Some of my favorite wines anywhere have their origin in the south of France, especially the Rhône Valley. The valley, which runs roughly from Vienne in the north to Avignon in the south, is divided geographically and viticulturally into two regions – north and south. Most Rhône wines are red, though there are a few notable whites.
The north is syrah country. The best wines tend toward substance and power, intensely concentrated fruit, pepper and strong tannins. The two leading appellations – Hermitage and Côte Rôtie – are among the most prestigious wines anywhere. But this makes their prices almost uniformly out of reach for most.
Not far behind in quality but more accessible in price is Cornas. A good example is the 2019 Vincent Paris “Granit 30” ($50): bright red and black fruit, concentrated but fresh, balanced with floral, mineral and savory notes, robust yet supple textured.
Other appellations vying for a place at the alternative table include St. Joseph and Crozes-Hermitage. The 2018 Tardieu-Laurent Crozes-Hermitage “Vieilles Vignes” ($35) is a particularly nice bottle of black fruits, herb, stone, white pepper, and floral notes glide along a silky palate.
The southern Rhône also has several appellations of interest, the most famous being Châteauneuf du Pape. In contrast to the northern Rhône, grenache is the most prominent grape and most of the wines are blends adding proportions of syrah mourvèdre and smaller amounts of cinsault, carignan and others.

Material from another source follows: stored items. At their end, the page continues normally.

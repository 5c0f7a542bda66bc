"""Moments of q, u under a general covariance: p, its error, the error ellipse, the test against zero.

The geometry used by every other module of the folder is derived here once. With n the direction of the
measured vector in the (q, u) plane, the variance of p is the one along n and the bias of p comes from the
one across n (Montier et al. 2015, A&A 574, A135; formulas confirmed by Monte Carlo).
"""

from __future__ import annotations

from dataclasses import dataclass

import numpy as np
from numpy.typing import ArrayLike, NDArray

from hwpol.errors import InputError

Array = NDArray[np.float64]

# A determinant below this part of the variances' product is lost in the rounding of the covariance itself.
SINGULAR = 1e-12


@dataclass(frozen=True)
class Geometry:
    """The measured vector and its covariance, as every estimator needs them.

    Attributes
    ----------
    p, phase : array
        Length, and direction atan2(u, q) in radians, of the measured vector.
    along, across : array
        Variance along and across the measured vector; at p = 0 both are the mean variance.
    unit : array
        Square root of the mean of the two eigenvalues.
    stretch : array
        Natural logarithm of the axial ratio of the error ellipse, 0 for equal uncorrelated errors.
    tilt : array
        Angle between the vector and the major axis, folded into [0, pi/2], radians.
    """

    p: Array
    phase: Array
    along: Array
    across: Array
    unit: Array
    stretch: Array
    tilt: Array

    def __getitem__(self, index: object) -> Geometry:
        return Geometry(**{name: getattr(self, name)[index] for name in self.__dataclass_fields__})


def components(q: ArrayLike, u: ArrayLike, covariance: ArrayLike) -> tuple[Array, Array, Array, Array, Array]:
    """Broadcast q, u, var(q), var(u), cov(q, u); all NaN where anything is NaN or the covariance is not positive."""
    matrix = np.asarray(covariance, dtype=float)
    if matrix.shape[-2:] != (2, 2):
        raise InputError(f"covariance has shape {matrix.shape}: expected (..., 2, 2)")
    try:
        parts = np.broadcast_arrays(
            np.asarray(q, dtype=float),
            np.asarray(u, dtype=float),
            matrix[..., 0, 0],
            matrix[..., 1, 1],
            0.5 * (matrix[..., 0, 1] + matrix[..., 1, 0]),
        )
    except ValueError:
        raise InputError(
            f"q {np.shape(q)}, u {np.shape(u)} and covariance {matrix.shape} do not match: "
            "expected one shape for q and u, and (..., 2, 2) for the covariance"
        ) from None
    finite = np.logical_and.reduce([np.isfinite(part) for part in parts])
    q_, u_, vq, vu, cov = (np.where(finite, part, np.nan) for part in parts)
    product = vq * vu
    good = (vq > 0) & (vu > 0) & (product - cov**2 > SINGULAR * product)
    q_, u_, vq, vu, cov = (np.where(good, part, np.nan) for part in (q_, u_, vq, vu, cov))
    return q_, u_, vq, vu, cov


def geometry(q: ArrayLike, u: ArrayLike, covariance: ArrayLike) -> Geometry:
    """Vector and covariance turned into the quantities the estimators work on."""
    q_, u_, vq, vu, cov = components(q, u, covariance)
    p = np.hypot(q_, u_)
    mean, half = 0.5 * (vq + vu), np.hypot(0.5 * (vq - vu), cov)
    phase = np.arctan2(u_, q_)
    projected = 0.5 * (vq - vu) * np.cos(2 * phase) + cov * np.sin(2 * phase)
    projected = np.where(p == 0, 0.0, projected)
    tilt = phase - 0.5 * np.arctan2(2 * cov, vq - vu)
    major = mean + half
    # The small eigenvalue as determinant over large one: the difference mean - half would cancel.
    minor = (vq * vu - cov**2) / major
    # A linear form on a nearly degenerate ellipse can round below its smallest value.
    return Geometry(
        p=p,
        phase=phase,
        along=np.maximum(mean + projected, minor),
        across=np.maximum(mean - projected, minor),
        unit=np.sqrt(mean),
        stretch=np.maximum(0.5 * np.log(major / minor), 0.0),
        tilt=np.arctan2(np.abs(np.sin(tilt)), np.abs(np.cos(tilt))),
    )


def p_and_error(q: ArrayLike, u: ArrayLike, covariance: ArrayLike) -> tuple[Array, Array]:
    """Degree of polarisation, not de-biased, and its standard error.

    Parameters
    ----------
    q, u : array_like
        Normalised Stokes parameters.
    covariance : array_like, (..., 2, 2)
        Their covariance.

    Returns
    -------
    p, p_err : ndarray
        sqrt(q^2 + u^2), and the square root of the variance along (q, u); at p = 0, where no direction is
        preferred, the root of the mean variance. NaN where an input is NaN or the covariance is not positive.
    """
    g = geometry(q, u, covariance)
    return g.p, np.sqrt(g.along)


def ellipse(q: ArrayLike, u: ArrayLike, covariance: ArrayLike) -> tuple[Array, Array, Array]:
    """Error ellipse of one standard deviation in the (q, u) plane.

    Returns
    -------
    major, minor : ndarray
        Semi-axes, in the unit of q (39.35 percent of a normal distribution lies inside).
    angle : ndarray
        Direction of the major axis from +q towards +u, degrees in [0, 180): an angle of the (q, u) plane,
        twice a position angle. 0 for a circle. NaN policy as `p_and_error`.
    """
    _, _, vq, vu, cov = components(q, u, covariance)
    mean, half = 0.5 * (vq + vu), np.hypot(0.5 * (vq - vu), cov)
    angle = np.mod(np.degrees(0.5 * np.arctan2(2 * cov, vq - vu)), 180.0)
    return np.sqrt(mean + half), np.sqrt((vq * vu - cov**2) / (mean + half)), np.where(angle == 180.0, 0.0, angle)


def null_p_value(q: ArrayLike, u: ArrayLike, covariance: ArrayLike) -> Array:
    """Probability that noise alone gives a vector this far from zero: exp(-z C^-1 z / 2).

    Equal errors: exp(-p^2 / 2 sigma^2), so that 0.05 is passed at p = 2.4477 sigma. NaN policy as `p_and_error`.
    """
    q_, u_, vq, vu, cov = components(q, u, covariance)
    distance = (q_**2 * vu + u_**2 * vq - 2 * q_ * u_ * cov) / (vq * vu - cov**2)
    return np.exp(-0.5 * distance)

Arguably the best after Châteauneuf is Gigondas. Its vineyards often produce earthy wines of good structure. Like the 2017 Domaine St. Gayan “Origine” ($35): approachable, cherries, red plum, currant, cinnamon, supple tannins.

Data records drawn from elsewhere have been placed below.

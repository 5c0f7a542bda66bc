"""Combination of repeated measurements, in q and u only, and the tests that go with it.

p and theta of an average are those of the averaged q and u: p is never averaged, for its bias does not average out.
"""

from __future__ import annotations

from dataclasses import dataclass

import numpy as np
from numpy.typing import ArrayLike, NDArray
from scipy.special import chdtrc

from hwpol.errors import InputError
from hwpol.statistics.moments import Array, components

FALSE_ALARM = 0.005  # probability that a set without outliers, whatever its scatter, loses a member
# Probability of chi2 below which the repeats are believed rather than the counts. A scatter of 2.5 times the
# counts' errors passes it in 84 percent of sets of 4 repeats and in 99 of 8 (73 and 97 at 0.001), while clean data
# pay with errors too large by half a percent on the average.
EXCESS = 0.01
_MEDIAN = float(np.sqrt(2 * np.log(2)))  # median distance from the centre of a bivariate normal, in sigma
_ITERATIONS = 20
_CORE = 0.05  # sigma; distance below which a point no longer draws the spatial median onto itself


@dataclass(frozen=True)
class Combined:
    """Weighted mean of repeats of (q, u).

    Attributes
    ----------
    q, u : ndarray (...)
        Inverse-covariance weighted mean of the repeats kept.
    covariance : ndarray (..., 2, 2)
        Internal: what the covariances of the repeats (the counts) imply.
    chi2, dof : ndarray (...)
        Of the repeats kept about the mean; dof = 2 (kept - 1).
    scatter_covariance : ndarray (..., 2, 2)
        External: what the scatter of the repeats kept implies, unbiased for any number of them
        (of rank one for two). NaN for fewer than two.
    kept : ndarray of bool (..., N)
        False for repeats set aside as outliers, and for those that are NaN or have no positive covariance.
    """

    q: Array
    u: Array
    covariance: Array
    chi2: Array
    dof: NDArray[np.int64]
    scatter_covariance: Array
    kept: NDArray[np.bool_]


@dataclass(frozen=True)
class Variability:
    """Test of a constant (q, u): chi2 about the best constant, degrees of freedom, and chance of a larger chi2."""

    chi2: float
    dof: int
    p_value: float


def _times(matrix: Array, vector: Array) -> Array:
    """Products of 2 x 2 matrices and vectors, written out: einsum is several times slower on many small ones."""
    x, y = vector[..., 0], vector[..., 1]
    return np.stack([matrix[..., 0, 0] * x + matrix[..., 0, 1] * y, matrix[..., 1, 0] * x + matrix[..., 1, 1] * y], -1)


def _centre(vectors: Array, weights: Array) -> Array:
    """Weighted mean (m, 2) of vectors (m, n, 2) with weights (m, n, 2, 2)."""
    return _times(_inverse(weights.sum(axis=1)), _times(weights, vectors).sum(axis=1))


def _inverse(matrix: Array) -> Array:
    """Inverse of symmetric 2 x 2 matrices; NaN where not positive."""
    a, b, d = matrix[..., 0, 0], matrix[..., 0, 1], matrix[..., 1, 1]
    det = a * d - b * b
    det = np.where(det > 0, det, np.nan)
    return np.stack([np.stack([d, -b], axis=-1), np.stack([-b, a], axis=-1)], axis=-2) / det[..., None, None]


def _inverse_root(matrix: Array) -> Array:
    """Symmetric inverse square root of positive 2 x 2 matrices; NaN where rounding has left none."""
    det = matrix[..., 0, 0] * matrix[..., 1, 1] - matrix[..., 0, 1] ** 2
    trace = np.trace(matrix, axis1=-2, axis2=-1)
    positive = (det > 0) & (trace > 0)
    scale = np.sqrt(np.where(positive, det, np.nan))[..., None, None]
    norm = np.sqrt(np.where(positive, trace, np.nan)[..., None, None] + 2 * scale)
    return _inverse((matrix + scale * np.eye(2)) / norm)


def _distance(vectors: Array, centre: Array, weights: Array) -> Array:
    residual = vectors - centre[:, None, :]
    return np.sqrt(np.maximum((residual * _times(weights, residual)).sum(axis=-1), 0.0))


def _scatter(vectors: Array, mean: Array, weights: Array, kept: NDArray[np.bool_], internal: Array) -> Array:
    """Covariance of the weighted mean from the residuals alone.

    Residuals are smaller than the errors by the part each repeat has in the mean; undoing that one by one makes
    the sum unbiased for any number of repeats wherever their covariances are right up to a common factor.
    """
    enough = kept & (kept.sum(axis=1) > 1)[:, None]
    half = np.linalg.cholesky(np.where(enough[..., None, None], weights, np.eye(2)))
    turned = np.swapaxes(half, -1, -2)
    left = np.eye(2) - turned @ internal[:, None] @ half
    left = np.where(enough[..., None, None], left, np.eye(2))
    white = _times(turned, np.where(enough[..., None], vectors - mean[:, None, :], 0.0))
    pulled = _times(half, _times(_inverse_root(left), white))
    spread = (pulled[..., :, None] * pulled[..., None, :]).sum(axis=1)
    return np.where(enough.any(axis=1)[:, None, None], internal @ spread @ internal, np.nan)


def _outliers(vectors: Array, weights: Array, valid: NDArray[np.bool_]) -> NDArray[np.bool_]:
    """Repeats too far from the spatial median, in units of the larger of their own error and the set's scatter.

    The limit sqrt(2 ln(n / FALSE_ALARM)) is that of n known normal errors; 20 / n, from simulation, allows for a
    scatter estimated from few repeats. Sets of three or fewer are left alone: they cannot tell which is wrong.
    """
    count = valid.sum(axis=1)
    shown = np.where(valid[..., None], vectors, np.nan)
    sets = np.flatnonzero(count > 3)
    out = np.zeros_like(valid)
    if not sets.size:
        return out
    vectors, weights, valid, count = vectors[sets], weights[sets], valid[sets], count[sets]
    centre = np.nanmedian(shown[sets], axis=1)
    for _ in range(_ITERATIONS):
        pull = 1.0 / np.maximum(_distance(vectors, centre, weights), _CORE)
        centre = _centre(vectors, weights * pull[..., None, None])
    distance = np.where(valid, _distance(vectors, centre, weights), np.nan)
    scale = np.maximum(np.nanmedian(distance, axis=1) / _MEDIAN, 1.0)
    limit = scale * (np.sqrt(2 * np.log(count / FALSE_ALARM)) + 20.0 / count)
    out[sets] = distance > limit[:, None]
    return out


def combine(q: ArrayLike, u: ArrayLike, covariance: ArrayLike) -> Combined:
    """Robust mean of repeated measurements over the last axis.

    Parameters
    ----------
    q, u : array_like (..., N)
        Repeats of the normalised Stokes parameters, with independent errors.
    covariance : array_like (..., N, 2, 2)
        Their covariances.

    Returns
    -------
    Combined
        Arrays of the leading shape. One outlier among many is set aside if it lies beyond about five
        standard errors (16 repeats) or nine (4 repeats), counted in the set's own scatter where that exceeds
        the errors, so that an overall excess rejects nothing. All NaN where no repeat can be used.

    Raises
    ------
    InputError
        No last axis, or shapes that do not match.
    """
    q_, u_, vq, vu, cov = components(q, u, covariance)
    if q_.ndim == 0:
        raise InputError("q has no axis of repeats: expected arrays (..., N)")
    lead, number = q_.shape[:-1], q_.shape[-1]
    sets = int(np.prod(lead))  # -1 would not do where there are no repeats at all
    valid = np.isfinite(q_).reshape(sets, number)
    vectors = np.stack([q_, u_], axis=-1).reshape(sets, number, 2)
    matrices = np.stack([np.stack([vq, cov], axis=-1), np.stack([cov, vu], axis=-1)], axis=-2).reshape(
        sets, number, 2, 2
    )
    # Unusable repeats take part as zeros of no weight, so that the sums stay free of NaN.
    weights = np.where(valid[..., None, None], _inverse(matrices), 0.0)
    vectors = np.where(valid[..., None], vectors, 0.0)
    kept = valid & ~_outliers(vectors, weights, valid)
    weights = np.where(kept[..., None, None], weights, 0.0)
    mean = _centre(vectors, weights)
    internal = _inverse(weights.sum(axis=1))
    count = kept.sum(axis=1)
    chi2 = np.where(count > 0, (np.where(kept, _distance(vectors, mean, weights), 0.0) ** 2).sum(axis=1), np.nan)
    scatter = _scatter(vectors, mean, weights, kept, internal)
    return Combined(
        q=mean[:, 0].reshape(lead),
        u=mean[:, 1].reshape(lead),
        covariance=internal.reshape(*lead, 2, 2),
        chi2=chi2.reshape(lead),
        dof=(2 * np.maximum(count - 1, 0)).reshape(lead),
        scatter_covariance=scatter.reshape(*lead, 2, 2),
        kept=kept.reshape(*lead, number),
    )


def adopt(
    count_covariance: ArrayLike, scatter_covariance: ArrayLike, chi2: ArrayLike, dof: ArrayLike, limit: float = EXCESS
) -> tuple[Array, NDArray[np.bool_]]:
    """Covariance to quote for a mean: from the counts, or from the repeats where they demand it.

    Parameters
    ----------
    count_covariance, scatter_covariance : array_like (..., 2, 2)
        Internal and external covariance of the mean, as in `Combined`.
    chi2, dof : array_like (...)
        As in `Combined`.
    limit : float
        The repeats are believed where a chi2 so large has a chance below this.

    Returns
    -------
    covariance : ndarray (..., 2, 2)
        Never below the counts' in any direction. A scatter matrix from few repeats is itself uncertain: it is
        drawn towards the counts' one scaled by chi2 / dof, with the weight of two repeats.
    from_scatter : ndarray of bool (...)
        Where the repeats were believed. Never with less than two of them.
    """
    counts, scatter = np.asarray(count_covariance, dtype=float), np.asarray(scatter_covariance, dtype=float)
    chi2_, dof_ = np.asarray(chi2, dtype=float), np.asarray(dof, dtype=float)
    lead = np.broadcast_shapes(counts.shape[:-2], scatter.shape[:-2], chi2_.shape, dof_.shape)
    counts, scatter = (np.broadcast_to(part, (*lead, 2, 2)) for part in (counts, scatter))
    chi2_, dof_ = np.broadcast_to(chi2_, lead), np.broadcast_to(dof_, lead)
    usable = (dof_ > 0) & np.isfinite(chi2_) & np.isfinite(scatter).all(axis=(-1, -2))
    usable &= np.isfinite(counts).all(axis=(-1, -2)) & (counts[..., 0, 0] > 0)
    usable &= counts[..., 0, 0] * counts[..., 1, 1] > counts[..., 0, 1] * counts[..., 1, 0]
    chance = chdtrc(np.where(usable, dof_, 1.0), np.where(usable, chi2_, 0.0))
    believed = usable & (chance < limit)
    root = np.linalg.cholesky(np.where(believed[..., None, None], counts, np.eye(2)))
    inverse = np.linalg.inv(root)
    flipped = np.swapaxes(inverse, -1, -2)
    ratio = inverse @ np.where(believed[..., None, None], scatter, np.eye(2)) @ flipped
    degrees = np.where(believed, 0.5 * dof_, 1.0)[..., None]
    factor = np.where(believed, chi2_ / np.where(dof_ > 0, dof_, 1.0), 1.0)[..., None]
    values, vectors = np.linalg.eigh(0.5 * (ratio + np.swapaxes(ratio, -1, -2)))
    values = np.maximum((degrees * values + 2.0 * factor) / (degrees + 2.0), 1.0)
    grown = root @ (vectors * values[..., None, :]) @ np.swapaxes(vectors, -1, -2) @ np.swapaxes(root, -1, -2)
    return np.where(believed[..., None, None], grown, counts), believed


def variability(
    q: ArrayLike,
    u: ArrayLike,
    covariance: ArrayLike,
    shared: ArrayLike | None = None,
    group: ArrayLike | None = None,
) -> Variability:
    """Test a time series of (q, u) against a constant, with the full covariance.

    Parameters
    ----------
    q, u : array_like (N,)
        The series. NaN entries, and those without a positive covariance, are left out.
    covariance : array_like (N, 2, 2)
        Covariance of the independent errors of each.
    shared : array_like (G, 2, 2), optional
        Covariance of an error that all members of a group have in common, such as a night's calibration.
    group : array_like of int (N,), optional
        Index into ``shared`` for each entry.

    Returns
    -------
    Variability
        p_value is NaN with fewer than two entries.

    Raises
    ------
    InputError
        Shapes that do not match, or only one of ``shared`` and ``group``.
    """
    q_, u_, vq, vu, cov = components(q, u, covariance)
    if q_.ndim != 1:
        raise InputError(f"q has shape {q_.shape}: expected one series (N,)")
    if (shared is None) != (group is None):
        raise InputError("shared and group belong together: one of them is missing")
    good = np.isfinite(q_)
    number = int(good.sum())
    if number < 2:
        return Variability(0.0, 0, np.nan)
    own = np.stack([np.stack([vq, cov], axis=-1), np.stack([cov, vu], axis=-1)], axis=-2)[good]
    full = np.zeros((number, 2, number, 2))
    full[np.arange(number), :, np.arange(number), :] = own
    if shared is not None:
        common, index = np.asarray(shared, dtype=float), np.asarray(group)
        if common.ndim != 3 or common.shape[1:] != (2, 2) or index.shape != q_.shape:
            raise InputError(f"shared {common.shape} and group {index.shape}: expected (G, 2, 2) and {q_.shape}")
        index = index[good]
        if index.min() < 0 or index.max() >= len(common):
            raise InputError(f"group holds {index.min()} to {index.max()}: expected 0 to {len(common) - 1}")
        same = index[:, None] == index[None, :]
        full += np.where(same[:, None, :, None], common[index][:, :, None, :], 0.0)
    matrix = full.reshape(2 * number, 2 * number)
    values = np.stack([q_, u_], axis=-1)[good].ravel()
    constant = np.tile(np.eye(2), (number, 1))
    lower = np.linalg.cholesky(matrix)
    white, design = np.linalg.solve(lower, values), np.linalg.solve(lower, constant)
    best = np.linalg.lstsq(design, white, rcond=None)[0]
    chi2 = float(((white - design @ best) ** 2).sum())
    dof = 2 * number - 2
    return Variability(chi2, dof, float(chdtrc(dof, chi2)))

Near Gigondas, Costières de Nîmes is a hidden treasure and a reliable source of value. Red blends dominate; syrah is the main variety, with grenache and mourvèdre, and small amounts of cinsault and carignan. My tasting revealed a fine 2019 Château Mourgues du Grès “Galets Rouges” ($18): savory and spicy notes in addition to violets, red fruit and dark berries; and organically grown 2018 Château Mourgues du Grès “Terre d’Argence” ($17): cassis, plum, stony, supple, chalky tannins.
Costières de Nîmes white wines, also mostly blends, are as diverse and unique as its reds. The most common grapes include grenache blanc, viognier, marsanne, and roussanne. I enjoyed the 2022 Château De Valcombe “Chateau Blanc” ($13): fruity, pear, apple, anise, supple, round; and 2019 Domaine Gassier “Nostre Païs Blanc” ($17): fresh, lively, apple, orange, silky texture.
Wines blended from different vineyards throughout the valley labeled Côtes du Rhône can be some of the best red wine values in the world. Solid, flavorful and tannic, they are great for everyday. Two good examples are the aromatic, minty, mellow 2017 Vidal-Fleury ($15); and 2019 Domaine Saint Gayan “Trescartes” ($15): juicy black cherry, earthy richness.